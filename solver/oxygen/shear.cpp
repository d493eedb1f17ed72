#include "solver/oxygen/shear.hpp"

#include <algorithm>

#include "physics/rheology.hpp"
#include "physics/turbulence.hpp"

namespace oxystrat {
namespace {

// Kinematic viscosity at a dissipation [m2/s]: the broth's apparent viscosity at the shear rate
// that dissipation sustains (the same rule as the zones' apparent viscosity; Newtonian: mu/rho).
double kinematic_viscosity_at(const Case& c, double epsilon_w_kg) {
  const auto& r = c.broth.rheology;
  const double rho = c.broth.density_kg_m3;
  return apparent_viscosity(r, dissipation_shear_rate(r, rho, epsilon_w_kg)) / rho;
}

}  // namespace

ShearField shear_field(const Case& c, const ZoneNetwork& net, const Hydrodynamics& h) {
  ShearField s;
  const double rho = c.broth.density_kg_m3;
  const int n = net.size();
  s.kolmogorov_m.resize(n);
  s.stress_pa.resize(n);
  const bool per_zone = h.apparent_viscosity.size() == static_cast<size_t>(n);
  for (int k = 0; k < n; ++k) {
    // Each zone at its own apparent viscosity (non-Newtonian broths thin where the dissipation is high).
    const double nu = per_zone ? h.apparent_viscosity[k] / rho : kinematic_viscosity_at(c, h.epsilon[k]);
    s.kolmogorov_m[k] = physics::kolmogorov_length(nu, h.epsilon[k]);
    s.stress_pa[k] = physics::kolmogorov_stress(rho, nu, h.epsilon[k]);
    s.zone_epsilon_max_w_kg = std::max(s.zone_epsilon_max_w_kg, h.epsilon[k]);
  }
  s.epsilon_max_w_kg = s.zone_epsilon_max_w_kg;
  // Each impeller drives the liquid of its domain (docs/method.md, section 5); for one impeller
  // that is the tank, as in the published ratios.
  const size_t m = c.impellers.size();
  std::vector<double> domain_volume(m, 0.0), swept_max(m, 0.0);
  for (int k = 0; k < n; ++k) {
    const auto& reg = net.region[k];
    if (reg.domain >= 0 && static_cast<size_t>(reg.domain) < m) domain_volume[reg.domain] += net.volume[k];
    if (reg.discharge >= 0 && static_cast<size_t>(reg.discharge) < m) {
      swept_max[reg.discharge] = std::max(swept_max[reg.discharge], h.epsilon[k]);
    }
  }
  s.impellers.resize(m);
  for (size_t i = 0; i < m; ++i) {
    auto& imp = s.impellers[i];
    const double power = i < h.impellers.size() ? h.impellers[i].power_gassed_w : 0.0;
    imp.epsilon_mean_w_kg = domain_volume[i] > 0.0 ? power / (rho * domain_volume[i]) : 0.0;
    imp.ratio = c.impellers[i].dissipation_ratio.value_or(physics::dissipation_max_to_mean(c.impellers[i].type));
    // Never below what the zones of its swept volume already hold.
    imp.epsilon_max_w_kg = std::max(imp.ratio * imp.epsilon_mean_w_kg, swept_max[i]);
    imp.from_zones = swept_max[i] > imp.ratio * imp.epsilon_mean_w_kg;
    const double nu = kinematic_viscosity_at(c, imp.epsilon_max_w_kg);
    imp.kolmogorov_min_m = physics::kolmogorov_length(nu, imp.epsilon_max_w_kg);
    imp.stress_max_pa = physics::kolmogorov_stress(rho, nu, imp.epsilon_max_w_kg);
    if (imp.epsilon_max_w_kg >= s.epsilon_max_w_kg) {
      s.epsilon_max_w_kg = imp.epsilon_max_w_kg;
      s.worst_impeller = static_cast<int>(i);
    }
  }
  // Smallest eddies and largest stress anywhere (with a shear-thinning broth not necessarily where
  // the dissipation peaks, so taken over zones and impeller maxima alike).
  s.kolmogorov_min_m = *std::min_element(s.kolmogorov_m.begin(), s.kolmogorov_m.end());
  s.stress_max_pa = *std::max_element(s.stress_pa.begin(), s.stress_pa.end());
  for (const auto& imp : s.impellers) {
    s.kolmogorov_min_m = std::min(s.kolmogorov_min_m, imp.kolmogorov_min_m);
    s.stress_max_pa = std::max(s.stress_max_pa, imp.stress_max_pa);
  }
  return s;
}

}  // namespace oxystrat
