#include "solver/oxygen/transient_limits.hpp"

#include <fmt/format.h>

#include <cmath>

#include "input/errors.hpp"
#include "mesh/zone_network.hpp"

namespace oxystrat {

void check_transient_size(const Case& c, const TransientOptions& o) {
  if (!(o.step_s >= min_transient_step_s)) {
    throw CaseError(fmt::format("--step {:g} s: the step must be at least {:g} s (1 ms)", o.step_s, min_transient_step_s));
  }
  if (!(o.duration_s > 0.0) || !(o.output_interval_s > 0.0)) {
    throw CaseError(fmt::format("--duration {:g} s, --interval {:g} s: both must be more than 0 s", o.duration_s,
                                o.output_interval_s));
  }
  const double steps = std::ceil(o.duration_s / o.step_s);
  const double zones = build_zone_geometry(c).size();
  const char* advice = o.adaptive ? "a longer --step (the largest step; the error control shortens it where needed)"
                                  : "a longer --step, or drop --fixed-step and let the error control choose the steps";
  if (steps > max_transient_steps) {
    throw CaseError(fmt::format("--step {:g} s over --duration {:g} s needs at least {:.3g} steps; at most {:.0f} are "
                                "supported (each is a row of the trace); choose {}",
                                o.step_s, o.duration_s, steps, max_transient_steps, advice));
  }
  if (steps * zones > max_transient_zone_steps) {
    throw CaseError(fmt::format("--step {:g} s over --duration {:g} s on {:.0f} zones needs at least {:.3g} "
                                "zone-steps, some {:.1f} h; at most {:.0e} are supported; choose {} or a coarser grid",
                                o.step_s, o.duration_s, zones, steps * zones, steps * zones * 1e-6 / 3600.0,
                                max_transient_zone_steps, advice));
  }
  const double frames = std::floor(o.duration_s / o.output_interval_s) + 1.0;
  const double bytes = frames * zones * 8.0 * 8.0;
  if (bytes > max_transient_field_bytes) {
    throw CaseError(fmt::format("--interval {:g} s over --duration {:g} s stores {:.0f} field outputs of {:.0f} zones, "
                                "about {:.3g} GB; at most {:.3g} GB; choose a longer --interval or a coarser grid",
                                o.output_interval_s, o.duration_s, frames, zones, bytes / 1e9,
                                max_transient_field_bytes / 1e9));
  }
}

}  // namespace oxystrat
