#include "solver/oxygen/design_limits.hpp"

#include <fmt/format.h>

namespace oxystrat {

DesignLimits design_limits(const Case& c, const ZoneNetwork& net, const Hydrodynamics& h, const OxygenField* field) {
  DesignLimits d;
  HeatInputs in;
  in.power_gassed_w = h.power_gassed_w;
  in.inlet_gas_mol_s = h.gas_molar_flow_mol_s;
  if (field != nullptr) {
    in.our_mol_s = field->our_total_mol_s;
    in.otr_mol_s = field->otr_total_mol_s;
    in.cer_mol_s = c.culture.rq * field->our_total_mol_s;  // steady: the CO2 made leaves with the gas
  }
  d.heat = heat_balance(c, in);
  d.shear = shear_field(c, net, h);
  d.cost = operating_cost(c, h.power_gassed_w, h.gas_molar_flow_mol_s, in.otr_mol_s);
  return d;
}

std::vector<std::string> limit_cautions(const Case& c, const DesignLimits& d, double oxygen_max_biomass_kg_m3) {
  std::vector<std::string> out;
  const auto& q = d.heat;
  if (q.available_w) {
    const double kw = 1e-3;
    if (q.required_w > *q.available_w) {
      std::string s = fmt::format("COOLING: the heat duty {:.4g} kW is more than the cooling removes, {:.4g} kW: the "
                                  "broth would warm above {:.1f} degC",
                                  kw * q.required_w, kw * *q.available_w, c.vessel.temperature_k - 273.15);
      if (q.max_our_mol_m3_s) s += fmt::format("; the cooling holds an uptake of at most {:.4g} mmol/(L h)", 3600 * *q.max_our_mol_m3_s);
      if (q.max_biomass_kg_m3) s += fmt::format(" ({:.3g} g/L at q_O2,max)", *q.max_biomass_kg_m3);
      out.push_back(s + ". Lower the uptake or the power, or add cooling.");
    } else if (q.margin && *q.margin < 0.1) {
      out.push_back(fmt::format("cooling: only {:.0f} % margin over the duty of {:.4g} kW; fouling, a warmer coolant "
                                "supply or a lower coolant flow take margins of this size (10-20 % is common design "
                                "practice).",
                                100 * *q.margin, kw * q.required_w));
    }
    if (q.max_biomass_kg_m3 && oxygen_max_biomass_kg_m3 > 0.0 && *q.max_biomass_kg_m3 < oxygen_max_biomass_kg_m3) {
      out.push_back(fmt::format("heat limits before oxygen: the cooling supports {:.3g} g/L, the oxygen transfer {:.3g} "
                                "g/L (every zone above critical DO).",
                                *q.max_biomass_kg_m3, oxygen_max_biomass_kg_m3));
    }
  }
  if (c.culture.kind != CultureKind::cell) return out;
  const auto& s = d.shear;
  const double rho = c.broth.density_kg_m3;
  if (c.operation.gas_flow_normal_m3_s > 0.0 || (c.control.enabled && c.control.gas_max_m3_s > 0.0)) {
    out.push_back(std::string("CELL CULTURE, bubbles: in sparged cell cultures most damage comes from bubbles bursting "
                              "at the surface, and from bubble formation at the sparger, more than from the impeller's "
                              "turbulence (Chisti 2000; Walls et al. 2017); the smaller the bubble, the more intense its "
                              "burst. The zone dissipation here does not include them") +
                  (c.has_sparger && c.sparger.type == SpargerType::porous
                       ? ", and a porous sparger's fine bubbles are the intense kind"
                       : "") +
                  ". A protective surfactant (poloxamer 188) is common practice; follow your validated process and "
                  "licensed practice.");
  }
  const double peak_w_m3 = rho * s.epsilon_max_w_kg;
  if (peak_w_m3 >= 0.1 * cho_lethal_dissipation_low_w_m3) {
    out.push_back(fmt::format("SHEAR: the largest dissipation, {:.3g} W/m3 ({:.3g} W/kg{}), is {} the {:.0e}-{:.0e} "
                              "W/m3 published as lethal to CHO cells (Walls et al. 2017, from earlier studies); "
                              "sub-lethal effects on growth and product are reported below it.",
                              peak_w_m3, s.epsilon_max_w_kg,
                              s.worst_impeller >= 0 ? fmt::format(", discharge of impeller {}", s.worst_impeller) : "",
                              peak_w_m3 >= cho_lethal_dissipation_high_w_m3  ? "ABOVE"
                              : peak_w_m3 >= cho_lethal_dissipation_low_w_m3 ? "WITHIN"
                                                                             : "within a factor 10 of",
                              cho_lethal_dissipation_low_w_m3, cho_lethal_dissipation_high_w_m3));
  }
  return out;
}

std::vector<std::string> limit_notes(const Case& c, const DesignLimits& d) {
  std::vector<std::string> out;
  if (!c.cooling.given) {
    out.push_back(fmt::format("no [cooling] table: the heat duty ({:.4g} kW) is not compared with a cooling capacity",
                              1e-3 * d.heat.required_w));
  }
  if (d.heat.required_w < 0.0) {
    out.push_back("the gas carries off more heat than the broth receives: it needs heating to hold its temperature");
  }
  if (!c.prices.given) out.push_back("no [prices] table: power and oxygen use are reported, not priced");
  return out;
}

}  // namespace oxystrat
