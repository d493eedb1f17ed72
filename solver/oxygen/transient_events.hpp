// What a transient's step events may change. A run keeps one zone network, one probe and feed
// point, the culture's growth state and, under DO control, the controller's actuators: an event
// that would change one of them is refused before the run starts, since applying it mid-run
// would either mix two networks' states or be overridden without a word.
#pragma once

#include <vector>

#include "input/case_reader.hpp"

namespace oxystrat {

//! Throws CaseError naming the event, its time and its key when an event of `base` (with
//! `base_overrides` under it, each event on top of those before it) changes the zone network, the
//! probe or feed point, whether the culture grows, is fed or is controlled, the biomass or
//! substrate of a growing culture, or the speed, gas flow or O2 fraction of a controlled run.
void check_transient_events(const LoadedCase& base, const std::vector<Override>& base_overrides);

}  // namespace oxystrat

#### DIRECTIONS FOR THIS TASK:
Going through the entries above, report how many lines contain the word "begin", with no other text.

#### ANSWER SECTION:
2